In a statistical analysis, variables can be classified into two types: qualitative and quantitative. Qualitative variables are non-numerical and usually associated with categorical values, while quantitative variables are numerical and their values are applicable for statistical techniques such as regression (Luo and Brodsky 2010). For example, item and color are two attributes which can be represented by qualitative variables, while the sales of a product is a quantitative variable over time. To gain better historical observations for forecasting , the low sales volumes of individual SKUs can be aggregated over qualitative variables. Although data aggregation is not difficult to implement, it is not easy to distribute the aggregate forecast over SKUs or products. However, the AHP provides a straightforward means to split the aggregate forecast . More specifically, the entities under study are weighted by the AHP based on their historical sales volumes with certainty, and then, the weights are used to distribute the aggregate forecast of future sales over those entities. Generally, the AHP hierarchy for such an application is shown in Fig. 12.1. In practice, the number of the levels of criteria is decided by the number of qualitative variables upon which raw data will be aggregated, and the alternatives can be any qualitative variable of interest such as SKUs or products. In each level, historical sales volumes, either original or aggregate, will be used for pairwise comparisons . Moreover, the element in a level may not be connected to all the elements in the level which is immediate above or below it, and whether a connection exists or not depends on the specific problem under study.

Fig. 12.1
figure 1

AHP hierarchy for data aggregation and disaggregation in forecasting

In the fashion industry as well as many other industries, sales data are collected over time and hence attached with time labels, to which time series techniques (Cheng et al. 2015) can be used for sales forecasting . Because of the nature of the sales data, pairwise comparisons in our AHP model will also be conducted by using historical observations at discrete time points. Suppose \(t = 1,2, \ldots ,T\) represents discrete time, \(n = 1,2, \ldots ,N\) represents criteria levels in the hierarchy, and \(m = 1,2, \ldots ,M_{n} \;(1 \le n \le N)\) represents the elements at criteria level n. Let S be the number of alternatives in the AHP, and \(d_{s} (t)\;(1 \le s \le S,\;1 \le t \le T)\) be the sales of alternative s at time t, then the aggregate sale volume under category m at level n can be calculated by Eq. (12.2),

$$d_{m}^{n} (t) = \sum\limits_{{s \in \{ m_{n} \} }} {d_{s} (t)} ,\quad 1 \le n \le N,\;\;1 \le m \le M_{n} ,\;\;1 \le t \le T,$$
(12.2)

where \(\{ m_{n} \}\) is the set of alternatives which belongs to category m at level n. Obviously, the bottom level of the AHP, which consists of alternatives, can be regarded as the (N + 1)th level of criteria, so \(d_{s} (t)\) can be reformatted as Eq. (12.3). Thus, for level n, the comparison matrix of the elements at time t can be expressed by Eq. (12.4), and the final comparison matrix can be obtained by Eq. (12.5).

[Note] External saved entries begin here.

def _pairs(r, raw, dimension, key, low):
    if not isinstance(raw, list) or not raw:
        raise r.error(key, raw, "must be a list of [time, value] pairs",
                      fix='e.g. [["0 yr", "120 mg/L"], ["10 yr", "0 mg/L"]]')
    times, values = [], []
    if len(raw) > MAX_PAIRS:
        raise r.error(key, problem=f"{len(raw)} pairs", allowed=f"at most {MAX_PAIRS}",
                      fix="resample the schedule more coarsely")
    for j, pair in enumerate(raw, start=1):
        if not isinstance(pair, list) or len(pair) != 2:
            raise r.error(f"{key}[{j}]", pair, "must be a [time, value] pair")
        t = r.quantity(pair[0], "time", f"{key}[{j}][1]", low=0)
        if times and t <= times[-1]:
            raise r.error(f"{key}[{j}][1]", pair[0], "times must increase strictly",
                          fix="list the pairs in time order, each time once")
        times.append(t)
        values.append(r.quantity(pair[1], dimension, f"{key}[{j}][2]", low=low))
    return times, values


def _read_pairs(r, raw, key):
    path, text = r.input_file(raw, key, "a schedule CSV (time [unit],value [unit])",
                              example="leachate.csv")
    lines = [ln for ln in text.splitlines() if ln.strip() and not ln.lstrip().startswith("#")]
    rows = list(csv.reader(io.StringIO("\n".join(lines))))
    units = [(re.search(r"\[(.+)\]", h).group(1).strip() if re.search(r"\[(.+)\]", h) else None)
             for h in (rows[0] if rows else [])]
    if len(units) != 2 or None in units or not rows[1:]:
        raise r.error(key, raw, f"{path.name} needs a two-column header with units and rows",
                      fix="write e.g. 'time [yr],concentration [mg/L]' then one row per time")
    out = []
    for j, row in enumerate(rows[1:], start=1):
        if len(row) != 2:
            raise r.error(f"{key} row {j}", problem=f"{path.name} row {j} has {len(row)} "
                          "cell(s); each row needs exactly two (time, value)",
                          fix="one pair per row: time,value")
        out.append([f"{row[0].strip()} {units[0]}", f"{row[1].strip()} {units[1]}"])
    return out
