def utc_now() -> str:
    """The current UTC time as ISO 8601 to the second, e.g. ``2026-01-31T09:15:00Z``."""
    return _dt.datetime.now(_dt.timezone.utc).replace(microsecond=0).isoformat().replace(
        "+00:00", "Z")


def depth_bounds(depths: np.ndarray, length: float) -> np.ndarray:
    """Cell bounds around each depth node: midpoints inside, the column faces outside.

    Parameters
    ----------
    depths : numpy.ndarray
        Increasing depths, m.
    length : float
        Depth of the bottom face of the column, m.

    Returns
    -------
    numpy.ndarray
        Shape ``(depths.size, 2)``: upper and lower bound of each cell (CF ``bounds``).
    """
    edges = np.empty(depths.size + 1)
    edges[1:-1] = 0.5 * (depths[1:] + depths[:-1])
    edges[0] = min(0.0, depths[0])
    edges[-1] = max(length, depths[-1])
    return np.column_stack([edges[:-1], edges[1:]])


def _as_array(name: str, value, shape: tuple) -> np.ndarray:
    arr = np.asarray(value, dtype=float)
    if arr.shape != shape:
        raise ValueError(f"solution.{name} has shape {arr.shape}, expected {shape} "
                         "(times, depths)")
    return arr


_ERROR_VARS = (("concentration", "concentration_error_bound", "kg m-3"),
               ("total_flux", "total_flux_error_bound", "kg m-2 s-1"),
               ("cumulative_mass", "cumulative_mass_error_bound", "kg m-2"),
               ("budget", "budget_error_bound", "kg m-2"))
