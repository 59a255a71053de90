"""Layer transfers of the layered operator for many eigenvalue candidates at once.

Everything that does not depend on the state entering a layer (the transfer matrix of
every layer at every lambda, the angle scales, the closed-form layer integrals) is
computed for all layers and all lambdas in whole-array operations; only the state
itself is carried from face to face, three numpy row operations per layer.  The
Pruefer angle is read off the carried states afterwards, again in whole-array
operations, with the closed-form angle maps of the Pruefer method (Pruefer 1926;
Pryce 1993, "Numerical Solution of Sturm-Liouville Problems", ch. 2 and 5).

On layer i, with w^2 = (lambda a - s) / k and x = |w| l, the state (v, p = k v') moves
across the layer by (downwards, d = +1; upwards, d = -1)

    [[c, d b12], [d b21, c]]:  c = cos x, b12 = (l/k) sin x / x, b21 = -k w^2 l sin x / x

where w^2 > 0, and by the same matrix divided by cosh x (c = 1, b12 = (l/k) tanh x / x,
b21 = (k/l) x tanh x, log-scale log cosh x) where w^2 <= 0; a thick evanescent layer
(x > 1) is stepped in its growing and decaying components so that a (nearly) pure
decaying state is kept exactly.  cos x and sin x come from t = tan(x/2):
cos x = (1 - t^2)/(1 + t^2), sin x = 2t/(1 + t^2) (absolute error a few units in
the last place).  States are rescaled every few faces with a running log-scale
(the state at face j is (V, P) exp(L)); :func:`normalise` makes them unit.
"""
from __future__ import annotations

import numpy as np

from transport.solvers.modal.operator import ENDPOINT_FORM_MIN, Operator, tanhc

__all__ = ["Prep", "LayerTerms", "AngleScales", "shoot", "normalise", "increments",
           "end_remap", "shc", "layer_integrals", "chunks", "bc_angle", "SMALL_X"]

#: |w| l below this: the angle is stepped in the fixed scale k/l with the Taylor-series
#: transfer (keeps the angle and its derivative finite at w = 0).
SMALL_X = 1e-3
#: Elements per (layer x lambda) array: lambdas are processed in chunks of this size.
_CHUNK_ELEMENTS = 1 << 20
#: Faces between rescalings of the carried state.  A layer changes the size of the
#: state by at most about (1 + x) max(rho, 1/rho) (rho the ratio of the layers'
#: scales k/l), far below 1e300 over this many faces; a non-finite or vanishing state
#: is redone with a rescaling at every face.
_RESCALE_EVERY = 8
_LOG2 = float(np.log(2.0))


def chunks(n_layers: int, n: int):
    """Slices of at most about _CHUNK_ELEMENTS / (n_layers + 1) lambdas covering n."""
    size = max(16, _CHUNK_ELEMENTS // (n_layers + 1))
    return [slice(i, min(i + size, n)) for i in range(0, n, size)]


def shc(x):
    """sinh(x)/x with the limit 1."""
    xs = np.where(x < 1e-8, 1.0, x)
    return np.where(x < 1e-8, 1.0, np.sinh(xs) / xs)


def _series(y2, sign):
    """4 (1/6 + s y2/120 + y2^2/5040 + s y2^3/362880 + y2^4/39916800), s = sign."""
    return 4.0 * (1 / 6 + sign * y2 / 120 + y2 ** 2 / 5040 + sign * y2 ** 3 / 362880
                  + y2 ** 4 / 39916800)


class Prep:
    """Per-operator constants shared by every pass over a set of lambdas: layer
    coefficients as columns (N, 1), the end states of both shots, the boundary angles.

    :meth:`stack` holds several operators with the same number of layers, one column
    (and one entry of each end constant) per operator; :meth:`select` then gives the
    constants of any list of lambdas, one column per lambda, so that one pass over the
    layers serves the lambdas of every operator (a boring's Monte Carlo columns).  The
    arithmetic of each lambda is the same as with its own operator's ``Prep``.
    """

    _COLUMNS = ("k", "l", "a", "s", "kl", "lk", "mkl", "hl", "hl3", "l2")
    _ENDS = ("kl_last", "kl0", "theta0", "d_v", "d_p")

    def __init__(self, op: Operator = None):
        self.op, self.stacked = op, False
        if op is None:
            return
        nL = self.n_layers = op.n_layers
        self.k, self.l = op.k[:, None], op.thickness[:, None]
        self.a, self.s = op.a[:, None], op.s[:, None]
        self.kl = self.k / self.l
        self.lk = self.l / self.k
        self.mkl = -self.k * self.l
        self.hl, self.hl3, self.l2 = 0.5 * self.l, 0.5 * self.l ** 3, self.l * self.l
        self.rows = np.arange(nL)[:, None]
        kl = op.k / op.thickness
        self.kl_last, self.kl0 = float(kl[-1]), float(kl[0])
        # the end states (v, p) = (c_p, -c_v) of both shots, unit in the edge scale
        ends = []
        for end, sc in (("top", kl[0]), ("bottom", kl[-1])):
            c_v, c_p, _ = op.v_condition(end)
            nrm = np.hypot(sc * c_p, c_v)
            ends.append((c_p / nrm, -c_v / nrm))
        self.ends = np.array(ends)[:, :, None]  # (shot, component, 1)
        c_v, c_p, _ = op.v_condition("top")
        self.theta0 = float(bc_angle(c_v, c_p, self.kl0, right=False))
        self.d_v, self.d_p, _ = op.v_condition("bottom")

    @classmethod
    def stack(cls, preps) -> "Prep":
        """The constants of several operators' ``Prep`` (same number of layers) side
        by side: column r (entry r of the end constants) is operator r."""
        first = preps[0]
        if any(p.n_layers != first.n_layers for p in preps):
            raise ValueError("stacked operators must have the same number of layers")
        out = cls()
        out.stacked, out.n_layers, out.rows = True, first.n_layers, first.rows
        for name in cls._COLUMNS:
            setattr(out, name, np.concatenate([getattr(p, name) for p in preps], axis=1))
        for name in cls._ENDS:
            setattr(out, name, np.array([float(getattr(p, name)) for p in preps]))
        out.ends = np.concatenate([p.ends for p in preps], axis=2)
        return out

    def select(self, owner) -> "Prep":
        """The constants of lambdas whose operators are ``owner`` (indices or a slice
        into the stack); a single operator's ``Prep`` serves any lambdas as it is."""
        if not self.stacked:
            return self
        out = Prep()
        out.stacked, out.n_layers, out.rows = True, self.n_layers, self.rows
        for name in self._COLUMNS:
            setattr(out, name, getattr(self, name)[:, owner])
        for name in self._ENDS:
            setattr(out, name, getattr(self, name)[owner])
        out.ends = self.ends[:, :, owner]
        return out

    def cols(self, values, cols):
        """``values`` (one column, or one per lambda) at the lambda columns ``cols``."""
        return values[:, cols] if self.stacked else values

    def at(self, values, rows, cols):
        """``values`` at (row, lambda column) pairs."""
        return values[rows, cols] if self.stacked else values[rows, 0]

$$d_{m}^{N + 1} (t) = d_{m} (t),\quad 1 \le m \le S,\;\;1 \le t \le T,$$
(12.3)
$$W_{n} (t) = \left[ {\begin{array}{*{20}c} 1 & {\frac{{d_{1}^{n} (t)}}{{d_{2}^{n} (t)}}} & \cdots & {\frac{{d_{1}^{n} (t)}}{{d_{{M_{n} }}^{n} (t)}}} \\ {\frac{{d_{2}^{n} (t)}}{{d_{1}^{n} (t)}}} & 1 & \cdots & {\frac{{d_{2}^{n} (t)}}{{d_{{M_{n} }}^{n} (t)}}} \\ \vdots & \vdots & \ddots & \vdots \\ {\frac{{d_{{M_{n} }}^{n} (t)}}{{d_{1}^{n} (t)}}} & {\frac{{d_{{M_{n} }}^{n} (t)}}{{d_{2}^{n} (t)}}} & \cdots & 1 \\ \end{array} } \right],\quad 1 \le n \le N + 1,$$
(12.4)
$$V_{n} = \sum\limits_{t = 1}^{T} {a_{t} W_{n} (t)} ,\quad 1 \le n \le N + 1,$$
(12.5)

where \(a_{t}\) is the weight of time period t. If the observations from all time periods are equally weighted, we have \(a_{t} = 1\;(1 \le t \le T)\). The consistency of \(W_{n} (t)\) is defined as follows.

Definition 1

In Eq. (12.4), \(W_{n} (t)\) is consistent if and only if

$$\frac{{d_{i}^{n} (t)}}{{d_{j}^{n} (t)}} \cdot \frac{{d_{j}^{n} (t)}}{{d_{k}^{n} (t)}} = \frac{{d_{i}^{n} (t)}}{{d_{k}^{n} (t)}},\quad 1 \le i,j,k \le M_{n} ,\;\;i \ne j \ne k.$$

Let \(\overrightarrow {{u_{n} }} = \left[ {u_{1}^{n} ,u_{2}^{n} , \ldots ,u_{{M_{n} }}^{n} } \right]^{{\prime }} \; (1 \le n \le N + 1)\) be the normalized eigenvector obtained from \(V_{n}\), then \(u_{m}^{n} \;(1 \le m \le M_{n} )\) is the local weight which indicates the significance of category or alternative m at level n comparing to others at the same level. The global weight which estimates the percentage of the sales volumes falling into such category or alternative can be calculated by Eq. (12.6).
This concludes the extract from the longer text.